Thank you, again, Ken for discovering the potential for rule 5.3 of our CRC algorithm to yield false positive CRC cases--in rare circumstances. We have updated the pseudo code today (5/16/2017) to address this particular clinical pattern (presence of a CRC diagnosis code that turns out to be a rule-out code that is followed by a diagnosis of thrombocytopenia treated with Rituxan. Rituxan is also used as a chemotherapy for CRC. The revised pseudo code dated May 16, 2017 has been posted to PheKB, and the revisions are visible as tracked changes.
To any site that has already implemented the CRC phenotype: We would appreciate your checking whether any of your patients qualifying as CRC cases by rule 5.3 also had diagnoses of thrombocytopenia (using the two diagnosis codes provided in the revised pseudo code), and if so removing them from your set of cases.

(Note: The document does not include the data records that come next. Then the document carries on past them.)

"""How the keep-out search narrows a ray's outermost crossing: a bracket to the last.

Along a ray the search keeps the outermost sample at or above the limit and narrows the
interval beyond it to ``RADIUS_TOLERANCE`` (``keepout._bracket_trials``): trials about the
crossing of the straight line through the bracket's ends in (log r, log q), then equal
parts.  These checks hold the narrowing to what bisection promised (a bracket that only
shrinks, a crossing inside, the outer end reported) and to its purpose (fewer passes).
"""

from __future__ import annotations

import numpy as np
import pytest

from keepclear.fields import keepout as keepout_mod
from keepclear.fields.keepout import RADIUS_TOLERANCE, _bracket_trials, keepout_distances
from keepclear.fields.scenario import load_scenario


def _narrow(q, lo, hi, passes=40):
    """Narrow [lo, hi] about a crossing of q(r) = 1 as the search does; (lo, hi, passes)."""
    lo, hi = np.array([lo]), np.array([hi])
    q_lo, q_hi = np.array([q(lo[0])]), np.array([q(hi[0])])
    steps = np.zeros(1, dtype=np.intp)
    for n in range(passes):
        if hi[0] - lo[0] <= RADIUS_TOLERANCE * max(hi[0], 1e-3):
            return lo[0], hi[0], n
        trials = _bracket_trials(lo, hi, q_lo, q_hi, steps)[0]
        steps += 1
        finite = trials[np.isfinite(trials)]
        assert finite.size
        assert np.all((finite > lo[0]) & (finite < hi[0]))  # strictly inside
        # from the outside in, as keepout._Search._rays_here applies them
        for r in finite[::-1]:
            if lo[0] < r < hi[0]:
                value = q(r)
                if value >= 1.0:
                    lo[0], q_lo[0] = r, value
                else:
                    hi[0], q_hi[0] = r, value
    raise AssertionError("the bracket did not narrow")


@pytest.mark.parametrize("exponent", [2.0, 6.0])
def test_a_power_law_crossing_is_bracketed_in_one_pass(exponent):
    # q = (r0 / r)^n crosses one at r0; the log-log secant is exact for it, so the two
    # trials nearest the estimate are the final bracket (one pass, where bisection of a
    # 3 % step to 1e-4 takes nine).
    r0 = 1.7

    def q(r):
        return (r0 / r) ** exponent

    lo, hi, passes = _narrow(q, r0 / 1.013, r0 * 1.017)
    assert passes == 1
    assert lo <= r0 <= hi
    assert hi - lo <= RADIUS_TOLERANCE * hi


def test_a_crossing_off_the_secant_still_closes_to_the_tolerance():
    # A density that falls steeply through a lobe's edge inside the step (not a power law):
    # the estimate misses, and the bracket still closes on the crossing, from both sides.
    def q(r):
        return 1.6 * np.exp(-(((r - 1.50) / 0.018) ** 2)) + 0.5 * (1.5 / r) ** 2

    grid = np.linspace(1.50, 1.56, 200001)
    crossing = grid[np.flatnonzero(q(grid) >= 1.0).max()]
    lo, hi, passes = _narrow(q, 1.50, 1.545)
    assert q(lo) >= 1.0 > q(hi)
    assert lo <= crossing + 1e-6 and hi >= crossing - 1e-6
    assert hi - lo <= RADIUS_TOLERANCE * hi
    assert passes <= 6


def test_a_zero_quotient_at_the_outer_end_falls_back_to_equal_parts():
    # Behind metal or inside an enclosure the quotient is exactly 0: no logarithm; the
    # bracket is cut into equal parts (every trial strictly inside).
    trials = _bracket_trials(
        np.array([1.0]), np.array([1.03]), np.array([2.0]), np.array([0.0]), np.zeros(1, int)
    )[0]
    parts = trials.size + 1
    np.testing.assert_allclose(trials, 1.0 + 0.03 * np.arange(1, parts) / parts)


def test_the_isotropic_keep_out_is_the_closed_form_to_the_bracket(write_scenario, monkeypatch):
    # FCC OET Bulletin 65, Ed. 97-01, eq. (3): S = P G / (4 pi R^2), so R = sqrt(P G / (4 pi
    # S)) for an isotropic 6 dBi source in free space (ICNIRP 2020 general public at 2.45 GHz,
    # 10 W/m^2, Table 5).  The search reports the outer end of a bracket 1e-4 wide, and its
    # narrowing takes one pass per batch (the field is an exact power law).
    monkeypatch.setenv("KEEPCLEAR_WORKERS", "1")
    path = write_scenario(
        """
        [[source]]
        antenna = "isotropic"
        gain_dbi = 6.0
        power_w = 100.0
        position_m = [0.0, 0.0, 1.0]
        """
    )
    scenario = load_scenario(path)
    stages: list[str] = []
    outermost = keepout_mod._Search._outermost
    quotients = keepout_mod._Search.quotients

    def marking(self, *args):
        stages.append("sweep")
        out = outermost(self, *args)
        stages.append("narrow")
        return out

    def counting(self, points):
        if stages and stages[-1].startswith("narrow"):
            stages.append("narrow pass")
        return quotients(self, points)

    monkeypatch.setattr(keepout_mod._Search, "_outermost", marking)
    monkeypatch.setattr(keepout_mod._Search, "quotients", counting)
    result = keepout_distances(scenario, ["icnirp-2020/general-public"])[0]
    exact = np.sqrt(100.0 * 10**0.6 / (4 * np.pi * 10.0))
    assert exact <= result.distance_m <= exact * (1 + RADIUS_TOLERANCE)
    # after every sweep, at most one pass narrows (the sweep keeps the bracket's ends)
    runs = "/".join(stages).split("sweep")
    assert all(run.count("narrow pass") <= 1 for run in runs)


def test_refinement_starts_that_another_start_covers_are_refined_once(write_scenario):
    # Two caps about directions 0.6 degrees apart (within half a cap's reach) interleave
    # their rays at the same density: only the first is refined.  Starts farther apart,
    # from another origin, or along a plane at another azimuth are all kept.
    path = write_scenario(
        """
        [[source]]
        antenna = "isotropic"
        power_w = 1.0
        position_m = [0.0, 0.0, 1.0]
        [[reflector]]
        point_m = [0.0, 0.0, 0.0]
        normal = [0.0, 0.0, 1.0]
        material = "metal"
        """
    )
    scenario = load_scenario(path)
    search = keepout_mod._Search(
        scenario, [scenario.limit_value(scenario.limit_ids[0])], [keepout_mod._Row(0, 1.0, False)]
    )
    spacing = np.radians(5.0)
    az_step = np.radians(1.0)

    def towards(degrees):
        a = np.radians(degrees)
        return np.array([np.cos(a), np.sin(a), 0.0])

    centre = scenario.centre_m
    o = np.array([centre, centre, centre, centre + [0.0, 0.0, 0.5], [0, 0, 1e-3], [0, 0, 1e-3]])
    d = np.array(
        [towards(0.0), towards(0.6), towards(4.0), towards(0.0), towards(90.0), towards(90.5)]
    )
    kind = np.array([-1, -1, -1, -1, 0, 0])
    kept = keepout_mod._distinct_starts(search, [0, 1, 2, 3, 4, 5], o, d, kind, spacing, az_step)
    assert kept == {0: [0, 1], 2: [2], 3: [3], 4: [4, 5]}


def test_rays_along_a_plate_run_over_it_and_a_little_beyond():
    # A table top 1.6 m x 0.9 m centred at (0.3, 0, 0.75): from the foot of a source above
    # (0, 0), a ray along +x leaves it after 1.1 m, one along -y after 0.45 m; each runs
    # 0.15 m (or a tenth of its length) further.  An infinite plane's rays are not cut.
    from keepclear.fields.reflection import Reflector

    plate = Reflector(
        point_m=(0.3, 0.0, 0.75),
        normal=(0.0, 0.0, 1.0),
        material="wood",
        size_m=(1.6, 0.9),
        up=(0.0, 1.0, 0.0),
    )
    origins = np.tile([0.0, 0.0, 0.751], (3, 1))
    directions = np.array([[1.0, 0.0, 0.0], [0.0, -1.0, 0.0], [-1.0, 0.0, 0.0]])
    ends = keepout_mod._plane_ends(plate, origins, directions)
    np.testing.assert_allclose(ends, [1.1 + 0.15, 0.45 + 0.15, 0.5 + 0.15], rtol=1e-12)
    # from a foot beside the plate, a ray away from it misses it: left out (0)
    beside = np.tile([-1.0, 0.0, 0.751], (2, 1))
    ends = keepout_mod._plane_ends(plate, beside, directions[[0, 2]])
    np.testing.assert_allclose(ends, [2.1 + 0.21, 0.0], rtol=1e-12)
    floor = Reflector(point_m=(0.0, 0.0, 0.0), normal=(0.0, 0.0, 1.0), material="concrete")
    assert np.all(np.isinf(keepout_mod._plane_ends(floor, origins, directions)))


def test_an_exceedance_past_a_plate_is_followed_to_its_end(write_scenario, monkeypatch):
    # A 100 W isotropic source 10 cm over a small metal plate: along the plate the
    # exceedance runs far past its edge, so the rays along it are followed beyond their
    # ends, and the keep-out is the one the search finds with uncut rays.
    monkeypatch.setenv("KEEPCLEAR_WORKERS", "1")
    path = write_scenario(
        """
        [[source]]
        antenna = "isotropic"
        power_w = 100.0
        position_m = [0.0, 0.0, 1.0]
        [[reflector]]
        point_m = [0.1, 0.0, 0.9]
        normal = [0.0, 0.0, 1.0]
        material = "metal"
        size_m = [0.4, 0.4]
        up = [0.0, 1.0, 0.0]
        """
    )
    scenario = load_scenario(path)
    followed: list[int] = []
    past_ends = keepout_mod._Search._past_ends

    def counting(self, origins, directions, radii, ends_m, last, q_lo, q_hi):
        out = past_ends(self, origins, directions, radii, ends_m, last, q_lo, q_hi)
        if out is not None:
            followed.append(int(np.count_nonzero((out[0] != last).any(axis=0))))
        return out

    monkeypatch.setattr(keepout_mod._Search, "_past_ends", counting)
    cut = keepout_distances(scenario)
    assert sum(followed) > 0
    monkeypatch.setattr(keepout_mod, "_plane_ends", lambda plate, o, d: np.full(len(d), np.inf))
    uncut = keepout_distances(scenario)
    for a, b in zip(cut, uncut, strict=True):
        assert a.distance_m == pytest.approx(b.distance_m, rel=1e-12)
        assert a.distance_with_uncertainty_m == pytest.approx(
            b.distance_with_uncertainty_m, rel=1e-12
        )


def test_refinement_rays_answer_the_limits_they_refine(write_scenario, monkeypatch):
    # An isotropic 6 dBi source, 100 W, over a concrete floor: the general-public and
    # occupational limits (ICNIRP 2020 Table 5 at 2.45 GHz: 10 and 50 W/m^2) reach
    # different distances.  The first pass asks every limit of every ray; a refinement
    # ray is followed inwards only for the limits whose farthest rays it refines.  Each
    # keep-out still holds the free-space radius of FCC OET Bulletin 65, Ed. 97-01, eq.
    # (3), and stays within the floor's envelope factor (1 + |Gamma|)^2 <= 4 of it (OET 65
    # sec. 2).
    monkeypatch.setenv("KEEPCLEAR_WORKERS", "1")
    path = write_scenario(
        """
        [[source]]
        antenna = "isotropic"
        gain_dbi = 6.0
        power_w = 100.0
        position_m = [0.0, 0.0, 1.5]
        [[reflector]]
        point_m = [0.0, 0.0, 0.0]
        normal = [0.0, 0.0, 1.0]
        material = "concrete"
        [exposure]
        limits = ["icnirp-2020/general-public", "icnirp-2020/occupational"]
        """
    )
    scenario = load_scenario(path)
    masks: list[np.ndarray] = []
    rays = keepout_mod._Search.rays

    def recording(self, origins, directions, ends_m=None, asked=None):
        masks.append(np.ones((len(self.rows), len(directions)), bool) if asked is None else asked)
        return rays(self, origins, directions, ends_m, asked)

    monkeypatch.setattr(keepout_mod._Search, "rays", recording)
    results = keepout_distances(scenario)
    assert masks[0].all()
    assert len(masks) > 1 and not all(m.all() for m in masks[1:])
    assert all(m.any(axis=0).all() for m in masks)  # every ray answers some limit
    for result, limit_w_m2 in zip(results, (10.0, 50.0), strict=True):
        free = np.sqrt(100.0 * 10**0.6 / (4 * np.pi * limit_w_m2))
        assert free <= result.distance_m <= 2 * free * (1 + RADIUS_TOLERANCE)


def test_the_keepout_outside_an_enclosure_is_never_beyond_the_whole_one(monkeypatch):
    # The points outside the box are some of all the points: the sphere that holds every
    # exceedance outside the box cannot be larger than the one that holds every
    # exceedance (a set inclusion; common practice, no source).  The enclosure's rows are
    # asked of every ray, the others only of their own refinement rays: an exceedance met
    # on samples taken for the enclosure's rows counts for the others too.
    from pathlib import Path

    monkeypatch.setenv("KEEPCLEAR_WORKERS", "1")
    scenario = load_scenario(
        Path(__file__).resolve().parent.parent / "scenarios" / "drying-line-enclosure.toml"
    )
    for result in keepout_distances(scenario):
        outside = result.outside_enclosure
        assert outside is not None
        assert outside["distance_m"] <= result.distance_m * (1 + 1e-12), result.limit_id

Thanks! I added the change
Thanks! I added the change and the issue is resolved.
As we only had 5 cases in our
As we only had 5 cases in our eMERGE cohort that followed the rules in 5.3, that one false positive case was all I could find. I have not run the the algorithm on a larger cohort yet.
Good to know. -David
Good to know. -David
May 15, 2017 update to the CRC data dictionary
Andy Cagan discovered a flaw in the CRC data dictionary (thanks, Andy!) which we have corrected in the just-released 5/15/2017 version. The problem was that the dictionary instructed you to use the period (".") to indicate missing data for some integer variables, but periods, alone, are not acceptable values for integer variables. We corrected this problem in the 5/15/2017 version of the data dictionary by asking you to instead indicate missing values with "999" or "99999" values (depending on the valid range of integer values). This was the only change in the data dictionary.
Thanks again, Andy, for catching this error.
The table asks to exclude certain tumor histologies: is it possible to have those specified by codes? EG, 903 for malignant mesothelioma.
Hence my concerns! Thanks.
An updated 5/17/2017 version
An updated 5/17/2017 version of the pseudo code has been provided that now includes ICD-O-3 histology codes for excluded tumor histologies listed in Table 5.1 (p. 10).
5/31/2017 update to pseudo code document
Thanks to Robert Carroll's careful review of the code sets presented in the pseudo code tables (thank you, Robert!) we have identified a small number of codes that should not be included and have deleted them from the tables (see tracked changes and annotations added to the tables). These codes are for rare conditions that are not expected to impact the overall quality of the phenotype data. Nevertheless, if you have not already completed implementing the CRC pseudo code at your site, please remove the deleted codes as noted in the updated pseudo code document.
Question re case/control types
I noticed that there was no opportunity in the data dictionary to specify what type of case or type of control an individual was. This seemed especially important for controls- screened vs unscreened. Did I miss this somewhere?